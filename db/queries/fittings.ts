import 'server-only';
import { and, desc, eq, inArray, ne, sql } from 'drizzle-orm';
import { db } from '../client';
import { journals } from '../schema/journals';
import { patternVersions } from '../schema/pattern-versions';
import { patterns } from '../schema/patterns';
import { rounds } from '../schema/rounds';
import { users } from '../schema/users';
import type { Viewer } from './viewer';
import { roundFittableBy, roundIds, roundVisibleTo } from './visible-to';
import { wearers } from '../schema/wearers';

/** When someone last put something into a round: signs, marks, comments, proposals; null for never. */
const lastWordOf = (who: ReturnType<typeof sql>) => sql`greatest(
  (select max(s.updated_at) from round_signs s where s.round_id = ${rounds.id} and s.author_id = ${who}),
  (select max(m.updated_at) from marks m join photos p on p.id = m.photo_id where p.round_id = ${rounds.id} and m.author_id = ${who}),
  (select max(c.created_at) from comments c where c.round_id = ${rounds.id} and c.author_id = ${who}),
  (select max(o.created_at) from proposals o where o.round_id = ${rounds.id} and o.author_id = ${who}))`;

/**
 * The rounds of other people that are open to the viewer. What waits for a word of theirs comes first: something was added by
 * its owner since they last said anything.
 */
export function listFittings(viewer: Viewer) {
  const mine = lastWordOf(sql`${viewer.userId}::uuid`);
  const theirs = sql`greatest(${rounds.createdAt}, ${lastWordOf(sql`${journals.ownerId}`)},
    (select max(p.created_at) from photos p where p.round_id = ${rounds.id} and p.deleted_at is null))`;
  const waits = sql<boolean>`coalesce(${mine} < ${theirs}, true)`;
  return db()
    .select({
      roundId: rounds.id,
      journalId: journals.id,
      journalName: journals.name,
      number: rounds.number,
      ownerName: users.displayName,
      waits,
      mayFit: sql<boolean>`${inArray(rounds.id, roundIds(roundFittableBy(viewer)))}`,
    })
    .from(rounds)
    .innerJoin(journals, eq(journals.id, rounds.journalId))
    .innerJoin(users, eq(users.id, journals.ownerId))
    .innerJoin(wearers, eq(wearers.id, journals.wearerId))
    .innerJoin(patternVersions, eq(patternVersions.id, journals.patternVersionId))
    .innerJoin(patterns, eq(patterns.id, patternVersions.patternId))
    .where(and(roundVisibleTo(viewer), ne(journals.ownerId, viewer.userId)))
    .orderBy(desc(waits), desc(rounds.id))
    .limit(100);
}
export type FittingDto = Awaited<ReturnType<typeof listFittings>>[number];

...

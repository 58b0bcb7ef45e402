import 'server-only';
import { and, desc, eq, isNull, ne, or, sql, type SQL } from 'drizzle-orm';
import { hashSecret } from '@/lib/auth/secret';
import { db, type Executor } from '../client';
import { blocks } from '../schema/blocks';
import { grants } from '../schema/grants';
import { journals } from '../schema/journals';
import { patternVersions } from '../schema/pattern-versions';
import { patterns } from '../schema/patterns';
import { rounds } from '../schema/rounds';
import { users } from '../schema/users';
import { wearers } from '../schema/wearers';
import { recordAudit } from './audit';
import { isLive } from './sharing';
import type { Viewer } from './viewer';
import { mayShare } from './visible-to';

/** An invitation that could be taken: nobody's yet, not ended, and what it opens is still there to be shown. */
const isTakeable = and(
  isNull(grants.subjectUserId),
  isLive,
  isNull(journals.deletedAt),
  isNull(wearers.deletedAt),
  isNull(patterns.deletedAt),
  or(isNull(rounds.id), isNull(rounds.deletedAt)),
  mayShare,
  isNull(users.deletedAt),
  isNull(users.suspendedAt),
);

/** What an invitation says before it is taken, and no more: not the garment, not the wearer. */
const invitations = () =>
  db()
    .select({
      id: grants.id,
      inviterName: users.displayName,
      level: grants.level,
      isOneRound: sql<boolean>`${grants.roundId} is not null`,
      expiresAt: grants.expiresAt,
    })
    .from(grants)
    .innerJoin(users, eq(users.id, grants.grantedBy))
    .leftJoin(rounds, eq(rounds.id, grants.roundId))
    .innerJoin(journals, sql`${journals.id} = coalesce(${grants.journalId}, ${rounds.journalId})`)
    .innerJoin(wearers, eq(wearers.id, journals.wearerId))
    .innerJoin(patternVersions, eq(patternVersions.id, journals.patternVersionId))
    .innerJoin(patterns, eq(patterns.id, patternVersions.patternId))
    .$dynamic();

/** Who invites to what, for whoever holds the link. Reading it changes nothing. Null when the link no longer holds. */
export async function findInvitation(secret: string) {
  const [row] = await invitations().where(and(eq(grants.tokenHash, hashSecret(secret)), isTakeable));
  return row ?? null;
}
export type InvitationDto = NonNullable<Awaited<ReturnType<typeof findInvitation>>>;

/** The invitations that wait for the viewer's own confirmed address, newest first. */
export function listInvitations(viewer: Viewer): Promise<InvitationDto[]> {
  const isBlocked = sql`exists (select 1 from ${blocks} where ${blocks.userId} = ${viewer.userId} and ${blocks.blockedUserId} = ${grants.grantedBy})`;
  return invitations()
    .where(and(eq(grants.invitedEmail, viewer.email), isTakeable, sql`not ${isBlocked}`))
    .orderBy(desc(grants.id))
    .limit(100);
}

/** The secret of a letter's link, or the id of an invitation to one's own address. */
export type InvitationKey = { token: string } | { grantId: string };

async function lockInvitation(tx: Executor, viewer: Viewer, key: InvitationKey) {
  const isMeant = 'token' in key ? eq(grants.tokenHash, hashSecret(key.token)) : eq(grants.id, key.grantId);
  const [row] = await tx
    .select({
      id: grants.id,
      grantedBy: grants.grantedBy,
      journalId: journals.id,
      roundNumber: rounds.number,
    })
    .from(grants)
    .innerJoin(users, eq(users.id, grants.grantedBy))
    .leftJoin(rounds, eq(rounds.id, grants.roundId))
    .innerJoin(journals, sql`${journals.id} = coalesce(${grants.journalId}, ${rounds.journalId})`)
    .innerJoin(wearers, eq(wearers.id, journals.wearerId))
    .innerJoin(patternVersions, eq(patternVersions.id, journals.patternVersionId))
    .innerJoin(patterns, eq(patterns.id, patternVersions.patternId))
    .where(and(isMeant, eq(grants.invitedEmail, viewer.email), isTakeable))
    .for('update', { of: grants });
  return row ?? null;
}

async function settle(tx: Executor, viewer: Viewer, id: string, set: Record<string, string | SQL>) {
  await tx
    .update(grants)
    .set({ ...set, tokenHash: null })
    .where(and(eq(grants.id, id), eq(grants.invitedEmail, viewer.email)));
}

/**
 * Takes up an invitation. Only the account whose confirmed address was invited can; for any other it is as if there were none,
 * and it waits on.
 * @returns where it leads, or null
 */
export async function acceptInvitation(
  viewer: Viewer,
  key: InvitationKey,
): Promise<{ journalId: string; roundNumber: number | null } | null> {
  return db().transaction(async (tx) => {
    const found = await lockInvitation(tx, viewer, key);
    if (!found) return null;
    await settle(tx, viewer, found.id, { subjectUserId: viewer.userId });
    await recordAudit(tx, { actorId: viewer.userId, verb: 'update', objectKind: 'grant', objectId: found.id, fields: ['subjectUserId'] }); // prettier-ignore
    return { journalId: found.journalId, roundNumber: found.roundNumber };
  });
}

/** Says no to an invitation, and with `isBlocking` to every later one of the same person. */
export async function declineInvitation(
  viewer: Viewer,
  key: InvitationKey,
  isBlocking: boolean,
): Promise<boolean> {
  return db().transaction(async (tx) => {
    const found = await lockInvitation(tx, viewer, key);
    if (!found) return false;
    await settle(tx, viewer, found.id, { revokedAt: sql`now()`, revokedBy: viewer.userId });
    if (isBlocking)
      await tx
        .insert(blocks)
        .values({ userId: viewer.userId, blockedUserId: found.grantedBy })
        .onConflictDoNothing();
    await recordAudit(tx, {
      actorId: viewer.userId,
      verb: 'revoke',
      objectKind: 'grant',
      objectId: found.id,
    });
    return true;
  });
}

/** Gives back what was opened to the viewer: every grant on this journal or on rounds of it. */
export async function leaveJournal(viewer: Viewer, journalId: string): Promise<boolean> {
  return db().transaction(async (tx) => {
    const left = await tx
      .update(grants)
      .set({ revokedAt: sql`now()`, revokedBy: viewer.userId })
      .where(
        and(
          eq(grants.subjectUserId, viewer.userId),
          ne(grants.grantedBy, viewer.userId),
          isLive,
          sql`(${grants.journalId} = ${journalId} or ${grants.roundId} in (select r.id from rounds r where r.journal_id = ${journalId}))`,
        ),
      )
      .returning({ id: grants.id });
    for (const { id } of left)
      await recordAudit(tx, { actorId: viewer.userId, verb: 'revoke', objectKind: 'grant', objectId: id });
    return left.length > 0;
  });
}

*Task description*
Look through the data above. Each line containing the word "typeof" needs to be copied.

*Exercise output*
const lastWordOf = (who: ReturnType<typeof sql>) => sql`greatest(
export type FittingDto = Awaited<ReturnType<typeof listFittings>>[number];
export type InvitationDto = NonNullable<Awaited<ReturnType<typeof findInvitation>>>;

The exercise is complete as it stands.